While the UK Biobank has built a secure, trusted research environment for general research access, we were thrilled to have the opportunity to partner with them to leverage Illumina Connected Analytics (ICA) for its large-scale data processing.


ICA is a modern, cloud-based genomics platform designed for population-scale sequencing and multi-biobank meta-analysis. It provides secure data access and a highly scalable compute environment that supports high concurrency and low-latency job scheduling. The platform includes both DRAGEN secondary analysis workflows and population genomics pipelines, which accelerates the transformation of raw genomic data into meaningful insights. For example, the UK Biobank 500K joint-calling project ran on ICA, completing 934,000 analyses over 8.6 million CPU hours in just 86 days.
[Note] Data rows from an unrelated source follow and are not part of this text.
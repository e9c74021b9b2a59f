/**
 * An instrument kind's values in the user's unit system: ranges and accuracy floors are stored in SI
 * (KIND_INFO measure) and typed and shown in the user's units. Floors are differences, so a
 * temperature floor converts without the 32 °F offset.
 */
import type { InstrumentKind } from "@/db/schema";
import { displayUnit, fromDisplay, toDisplay, type UnitSystem } from "@/lib/units";
import { KIND_INFO } from "./kinds";

export interface KindUnit {
  symbol: string;
  /** Decimals worth showing for this unit (the display table's, one more for small floors). */
  decimals: number;
  toDisplay(si: number, opts?: { delta?: boolean }): number;
  fromDisplay(shown: number, opts?: { delta?: boolean }): number;
}

const identity = (symbol: string): KindUnit => ({ symbol, decimals: 0, toDisplay: (v) => v, fromDisplay: (v) => v });

/** The unit a kind's range and floor are shown in, or null when the kind has none. */
export function kindUnit(kind: InstrumentKind, system: UnitSystem): KindUnit | null {
  const measure = KIND_INFO[kind].measure;
  if (measure === null) return null;
  if ("fixedUnit" in measure) return identity(measure.fixedUnit);
  const q = measure.quantity;
  const d = displayUnit(system, q);
  return {
    symbol: d.symbol,
    decimals: d.decimals,
    toDisplay: (si, opts) => (opts?.delta ? toDisplay(system, q, si) - toDisplay(system, q, 0) : toDisplay(system, q, si)),
    fromDisplay: (shown, opts) => (opts?.delta ? fromDisplay(system, q, shown) - fromDisplay(system, q, 0) : fromDisplay(system, q, shown)),
  };
}

/** "15 in. w.c.", "±0.3 °C": up to the unit's decimals plus two, trailing zeros dropped. */
export function formatKindValue(kind: InstrumentKind, si: number, system: UnitSystem, opts: { delta?: boolean } = {}): string {
  const unit = kindUnit(kind, system);
  if (!unit) return String(si);
  const shown = unit.toDisplay(si, opts);
  const text = new Intl.NumberFormat("en-US", { maximumFractionDigits: unit.decimals + 2 }).format(shown);
  return `${text} ${unit.symbol}`;
}

/** "−3,735 to 3,735 Pa", "up to 900 mm", or "—". */
export function formatRange(instrument: { kind: InstrumentKind; rangeMin: number | null; rangeMax: number | null }, system: UnitSystem): string {
  const { kind, rangeMin, rangeMax } = instrument;
  if (rangeMin === null && rangeMax === null) return "—";
  if (rangeMin === null || kind === "pitot_tube") return `up to ${formatKindValue(kind, rangeMax!, system)}`;
  if (rangeMax === null) return `from ${formatKindValue(kind, rangeMin, system)}`;
  const unit = kindUnit(kind, system)!;
  const min = new Intl.NumberFormat("en-US", { maximumFractionDigits: unit.decimals + 2 }).format(unit.toDisplay(rangeMin));
  return `${min} to ${formatKindValue(kind, rangeMax, system)}`;
}

/** "±1 % of reading ±1 Pa", "±0.3 °C, ±2 % RH", or "—". */
export function formatAccuracy(
  instrument: { kind: InstrumentKind; accuracyPct: number | null; accuracyFloor: number | null; humidityAccuracyPct: number | null },
  system: UnitSystem,
): string {
  const parts: string[] = [];
  if (instrument.accuracyPct !== null) parts.push(`±${instrument.accuracyPct} % of reading`);
  if (instrument.accuracyFloor !== null) parts.push(`±${formatKindValue(instrument.kind, instrument.accuracyFloor, system, { delta: true })}`);
  const main = parts.join(" ");
  const rh = instrument.humidityAccuracyPct !== null ? `±${instrument.humidityAccuracyPct} % RH` : "";
  return [main, rh].filter((s) => s !== "").join(", ") || "—";
}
More recently, ICA has enabled joint analyses across multiple biobanks involving over 1.2 million genomes, demonstrating its scalability and global impact.


MC:

Looking ahead, how might Illumina’s informatics platforms evolve to handle not just bigger datasets, but also multi-omics integration (e.g., transcriptomics, proteomics and epigenomics) alongside genomics?


RM:

Beyond scaling for larger datasets, Illumina’s informatics platforms are expanding to support multiomics analysis through advanced pipelines for quality control, clustering and association testing. This includes the availability of industry standard tools like CellBender and Seurat for QC, clustering, and differential expression analysis. It also supports differential methylation analysis and epigenome-wide association studies, enabling researchers to explore complex regulatory mechanisms.


Looking forward, large multiomics datasets will play a critical role in training foundational models in biology. Illumina is investing in AI-driven capabilities to support this evolution, including hosting and developing foundational models as they become available. These advancements position the platform to accelerate discovery across genomics, transcriptomics, epigenomics and beyond.